**Your instructions**
The line with "document = JSON.parse(text);", the line with "function wordsOf(kind: Kind): string[]", and all lines between them in the material below: return these exactly, and no others.

**Supplied records**
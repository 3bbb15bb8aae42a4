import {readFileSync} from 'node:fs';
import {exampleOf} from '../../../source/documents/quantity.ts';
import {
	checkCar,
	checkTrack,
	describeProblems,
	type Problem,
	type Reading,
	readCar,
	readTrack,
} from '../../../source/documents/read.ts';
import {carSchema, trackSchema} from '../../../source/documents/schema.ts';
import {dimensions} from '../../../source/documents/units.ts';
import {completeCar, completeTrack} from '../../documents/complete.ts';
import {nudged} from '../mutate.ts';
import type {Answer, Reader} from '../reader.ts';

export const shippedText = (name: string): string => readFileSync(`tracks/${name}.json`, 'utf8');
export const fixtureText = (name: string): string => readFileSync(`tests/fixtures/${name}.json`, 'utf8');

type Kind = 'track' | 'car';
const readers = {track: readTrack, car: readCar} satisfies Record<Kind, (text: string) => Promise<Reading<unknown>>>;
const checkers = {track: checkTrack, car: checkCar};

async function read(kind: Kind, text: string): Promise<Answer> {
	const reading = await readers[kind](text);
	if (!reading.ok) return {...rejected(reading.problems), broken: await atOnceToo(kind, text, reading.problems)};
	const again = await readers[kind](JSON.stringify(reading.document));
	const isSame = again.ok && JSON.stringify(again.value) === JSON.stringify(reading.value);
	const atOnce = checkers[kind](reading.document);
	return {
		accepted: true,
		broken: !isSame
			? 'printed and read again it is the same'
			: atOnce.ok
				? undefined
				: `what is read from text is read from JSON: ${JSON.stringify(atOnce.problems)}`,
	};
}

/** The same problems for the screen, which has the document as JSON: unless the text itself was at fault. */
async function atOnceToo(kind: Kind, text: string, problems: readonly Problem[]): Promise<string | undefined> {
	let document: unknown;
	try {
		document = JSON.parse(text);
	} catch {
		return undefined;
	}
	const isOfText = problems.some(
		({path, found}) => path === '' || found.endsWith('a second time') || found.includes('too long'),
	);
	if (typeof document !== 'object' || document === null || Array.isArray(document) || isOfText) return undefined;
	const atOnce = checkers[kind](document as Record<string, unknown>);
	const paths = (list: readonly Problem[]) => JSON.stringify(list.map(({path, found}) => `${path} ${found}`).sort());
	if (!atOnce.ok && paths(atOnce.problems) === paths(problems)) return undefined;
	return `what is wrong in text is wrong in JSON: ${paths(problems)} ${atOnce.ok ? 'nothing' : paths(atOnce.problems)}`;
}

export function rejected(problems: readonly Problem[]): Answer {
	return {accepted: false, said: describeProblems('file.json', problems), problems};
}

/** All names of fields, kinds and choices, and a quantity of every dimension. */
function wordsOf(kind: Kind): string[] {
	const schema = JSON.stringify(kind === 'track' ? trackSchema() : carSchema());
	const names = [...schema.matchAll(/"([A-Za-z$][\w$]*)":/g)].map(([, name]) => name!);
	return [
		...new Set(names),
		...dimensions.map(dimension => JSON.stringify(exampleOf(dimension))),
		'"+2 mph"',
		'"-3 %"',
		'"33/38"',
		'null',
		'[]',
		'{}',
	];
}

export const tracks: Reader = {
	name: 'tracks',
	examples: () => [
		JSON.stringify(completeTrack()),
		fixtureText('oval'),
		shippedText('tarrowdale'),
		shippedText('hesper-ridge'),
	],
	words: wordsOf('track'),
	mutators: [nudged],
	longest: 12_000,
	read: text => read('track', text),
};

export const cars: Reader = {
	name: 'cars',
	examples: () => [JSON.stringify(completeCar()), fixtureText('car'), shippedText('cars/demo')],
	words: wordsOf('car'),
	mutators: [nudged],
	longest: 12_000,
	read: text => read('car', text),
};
* * *
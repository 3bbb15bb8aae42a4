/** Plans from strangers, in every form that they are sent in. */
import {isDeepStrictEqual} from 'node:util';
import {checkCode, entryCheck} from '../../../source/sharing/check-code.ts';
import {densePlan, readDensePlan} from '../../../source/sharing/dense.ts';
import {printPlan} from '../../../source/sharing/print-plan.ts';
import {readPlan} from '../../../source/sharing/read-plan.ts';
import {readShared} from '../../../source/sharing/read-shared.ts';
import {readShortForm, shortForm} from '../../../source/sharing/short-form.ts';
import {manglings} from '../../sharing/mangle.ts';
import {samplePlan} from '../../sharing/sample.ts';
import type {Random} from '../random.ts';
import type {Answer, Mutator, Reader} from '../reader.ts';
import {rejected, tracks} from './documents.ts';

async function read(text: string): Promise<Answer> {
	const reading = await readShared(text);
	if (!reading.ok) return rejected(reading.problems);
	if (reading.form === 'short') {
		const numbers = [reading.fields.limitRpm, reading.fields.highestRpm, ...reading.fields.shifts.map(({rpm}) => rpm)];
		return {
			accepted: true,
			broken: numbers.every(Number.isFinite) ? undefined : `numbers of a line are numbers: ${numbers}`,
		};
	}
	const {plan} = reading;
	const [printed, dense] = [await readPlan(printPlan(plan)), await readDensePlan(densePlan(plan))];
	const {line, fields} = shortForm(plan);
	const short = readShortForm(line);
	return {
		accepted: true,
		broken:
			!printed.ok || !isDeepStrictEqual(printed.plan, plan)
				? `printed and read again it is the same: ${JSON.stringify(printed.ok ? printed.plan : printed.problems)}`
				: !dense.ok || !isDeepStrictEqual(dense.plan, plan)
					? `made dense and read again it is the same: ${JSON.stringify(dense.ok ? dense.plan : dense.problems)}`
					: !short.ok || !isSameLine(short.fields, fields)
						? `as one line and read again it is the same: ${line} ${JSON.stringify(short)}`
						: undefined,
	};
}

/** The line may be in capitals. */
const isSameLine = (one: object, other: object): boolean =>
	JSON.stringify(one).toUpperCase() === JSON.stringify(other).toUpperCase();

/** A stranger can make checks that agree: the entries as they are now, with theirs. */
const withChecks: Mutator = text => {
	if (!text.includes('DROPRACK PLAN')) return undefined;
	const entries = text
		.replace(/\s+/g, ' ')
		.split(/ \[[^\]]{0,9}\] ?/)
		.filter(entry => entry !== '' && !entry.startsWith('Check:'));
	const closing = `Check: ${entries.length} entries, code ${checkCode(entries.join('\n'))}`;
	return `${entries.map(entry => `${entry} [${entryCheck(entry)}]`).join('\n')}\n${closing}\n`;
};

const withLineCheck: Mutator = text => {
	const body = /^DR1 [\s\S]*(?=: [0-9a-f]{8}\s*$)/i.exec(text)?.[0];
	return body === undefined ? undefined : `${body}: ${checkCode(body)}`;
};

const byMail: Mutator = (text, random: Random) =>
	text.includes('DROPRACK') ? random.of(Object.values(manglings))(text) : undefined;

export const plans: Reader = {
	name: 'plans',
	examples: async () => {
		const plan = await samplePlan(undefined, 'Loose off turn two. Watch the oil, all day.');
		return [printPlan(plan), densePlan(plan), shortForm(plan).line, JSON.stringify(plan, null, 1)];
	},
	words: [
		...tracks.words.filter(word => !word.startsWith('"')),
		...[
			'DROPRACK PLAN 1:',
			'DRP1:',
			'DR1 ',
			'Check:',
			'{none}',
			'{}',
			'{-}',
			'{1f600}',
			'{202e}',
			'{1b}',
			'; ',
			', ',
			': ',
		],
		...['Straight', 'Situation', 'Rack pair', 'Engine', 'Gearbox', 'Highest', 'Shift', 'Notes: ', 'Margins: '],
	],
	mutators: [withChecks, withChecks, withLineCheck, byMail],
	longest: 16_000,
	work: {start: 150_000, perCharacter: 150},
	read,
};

**Answer space**
		document = JSON.parse(text);
	} catch {
		return undefined;
	}
	const isOfText = problems.some(
		({path, found}) => path === '' || found.endsWith('a second time') || found.includes('too long'),
	);
	if (typeof document !== 'object' || document === null || Array.isArray(document) || isOfText) return undefined;
	const atOnce = checkers[kind](document as Record<string, unknown>);
	const paths = (list: readonly Problem[]) => JSON.stringify(list.map(({path, found}) => `${path} ${found}`).sort());
	if (!atOnce.ok && paths(atOnce.problems) === paths(problems)) return undefined;
	return `what is wrong in text is wrong in JSON: ${paths(problems)} ${atOnce.ok ? 'nothing' : paths(atOnce.problems)}`;
}

export function rejected(problems: readonly Problem[]): Answer {
	return {accepted: false, said: describeProblems('file.json', problems), problems};
}

/** All names of fields, kinds and choices, and a quantity of every dimension. */
function wordsOf(kind: Kind): string[] {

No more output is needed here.